Problem details: Produce as output only the lines below starting at the line with "EXPECT_EQ(R.Exit, 2) << Case.Budget;" and continuing through the line with "EXPECT_EQ(Foreign.Exit, 2);", each one exactly as written.

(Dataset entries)
TEST_F(CheckCommand, BudgetErrorsExitTwoWithTheirPosition) {
  write("mixed.qasm", Mixed);
  struct {
    const char *Budget;
    const char *Error;
  } Cases[] = {
      {"[limit]\ndepth = 3\n",
       "budget.toml:1:2: error: unknown table 'limit'; a budget holds only "
       "[limits] and [growth]\n"},
      {"[limits]\ndepth = 3\nqbits = 3\n",
       "budget.toml:3:1: error: unknown metric 'qbits' in [limits]; did you "
       "mean 'qubits'?\n"},
      {"[limits]\ndepth = \"3\"\n",
       "budget.toml:2:9: error: the limit of 'depth' must be a number, not a "
       "string\n"},
      {"[limits]\ngates = -2\n",
       "budget.toml:2:9: error: the limit of 'gates' must be zero or more\n"},
      {"[limits]\ndepth = 3.5\n",
       "budget.toml:2:9: error: the limit of 'depth' must be a whole number "
       "of layers\n"},
      {"[growth]\ndepth = 5\n",
       "budget.toml:2:9: error: the growth of 'depth' must be a percentage "
       "string such as \"5%\"\n"},
      {"[growth]\ndepth = \"5 percent\"\n",
       "budget.toml:2:9: error: '5 percent' is not a percentage; write it "
       "with a percent sign, such as \"5%\"\n"},
      // [growth] on line 2 and no --baseline.
      {"[limits]\n[growth]\ndepth = \"5%\"\n",
       "budget.toml:2:1: error: [growth] compares with a baseline, but no "
       "--baseline was given; pass --baseline FILE (a circuit or a JSON "
       "report)\n"},
  };
  for (const auto &Case : Cases) {
    write("budget.toml", Case.Budget);
    Outcome R =
        invoke("check mixed.qasm --budget budget.toml --sarif out.sarif");
    EXPECT_EQ(R.Exit, 2) << Case.Budget;
    EXPECT_EQ(R.Err, Case.Error);
    EXPECT_EQ(R.Out, "");
    EXPECT_FALSE(std::filesystem::exists(Dir / "out.sarif"));
  }
  Outcome Missing = invoke("check mixed.qasm --budget nowhere.toml");
  EXPECT_EQ(Missing.Exit, 2);
  EXPECT_EQ(Missing.Err, "nowhere.toml: error: cannot open the budget file: No "
                         "such file or directory\n");
  Outcome NoBudget = invoke("check mixed.qasm");
  EXPECT_EQ(NoBudget.Exit, 2);
  EXPECT_NE(NoBudget.Err.find("--budget"), std::string::npos) << NoBudget.Err;
}

TEST_F(CheckCommand, BaselineErrorsExitTwo) {
  write("mixed.qasm", Mixed);
  write("other.qasm", Mixed);
  write("budget.toml", "[growth]\ndepth = \"5%\"\n");
  write("foreign.json", "{\"schema\": \"someone-else/7\", \"circuits\": []}\n");
  Outcome Foreign =
      invoke("check mixed.qasm --budget budget.toml --baseline foreign.json");
  EXPECT_EQ(Foreign.Exit, 2);
  EXPECT_EQ(Foreign.Err, "foreign.json: error: unsupported report schema "
                         "\"someone-else/7\"; this revbound reads "
                         "\"revbound/report-1\"\n");
  Outcome Two = invoke("check mixed.qasm other.qasm --budget budget.toml "
                       "--baseline mixed.qasm");
  EXPECT_EQ(Two.Exit, 2);
  EXPECT_EQ(Two.Err, "revbound: error: --baseline mixed.qasm: a circuit "
                     "baseline stands for one checked file, but 2 are "
                     "checked; give a JSON report (revbound report --format "
                     "json -o FILE) whose circuits are matched by path\n");
  // A baseline circuit that does not parse is bad input too.
  write("broken.qasm", "OPENQASM 2.0;\nqreg q[1]\n");
  Outcome Broken =
      invoke("check mixed.qasm --budget budget.toml --baseline broken.qasm");
  EXPECT_EQ(Broken.Exit, 2);
  EXPECT_NE(Broken.Err.find("broken.qasm:"), std::string::npos) << Broken.Err;
  // So is a checked file that does not parse.
  write("limits.toml", "[limits]\ndepth = 9\n");
  Outcome BadFile = invoke("check broken.qasm --budget limits.toml");
  EXPECT_EQ(BadFile.Exit, 2);
  EXPECT_EQ(BadFile.Out, "");
}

Problem solution:
    EXPECT_EQ(R.Exit, 2) << Case.Budget;
    EXPECT_EQ(R.Err, Case.Error);
    EXPECT_EQ(R.Out, "");
    EXPECT_FALSE(std::filesystem::exists(Dir / "out.sarif"));
  }
  Outcome Missing = invoke("check mixed.qasm --budget nowhere.toml");
  EXPECT_EQ(Missing.Exit, 2);
  EXPECT_EQ(Missing.Err, "nowhere.toml: error: cannot open the budget file: No "
                         "such file or directory\n");
  Outcome NoBudget = invoke("check mixed.qasm");
  EXPECT_EQ(NoBudget.Exit, 2);
  EXPECT_NE(NoBudget.Err.find("--budget"), std::string::npos) << NoBudget.Err;
}

TEST_F(CheckCommand, BaselineErrorsExitTwo) {
  write("mixed.qasm", Mixed);
  write("other.qasm", Mixed);
  write("budget.toml", "[growth]\ndepth = \"5%\"\n");
  write("foreign.json", "{\"schema\": \"someone-else/7\", \"circuits\": []}\n");
  Outcome Foreign =
      invoke("check mixed.qasm --budget budget.toml --baseline foreign.json");
  EXPECT_EQ(Foreign.Exit, 2);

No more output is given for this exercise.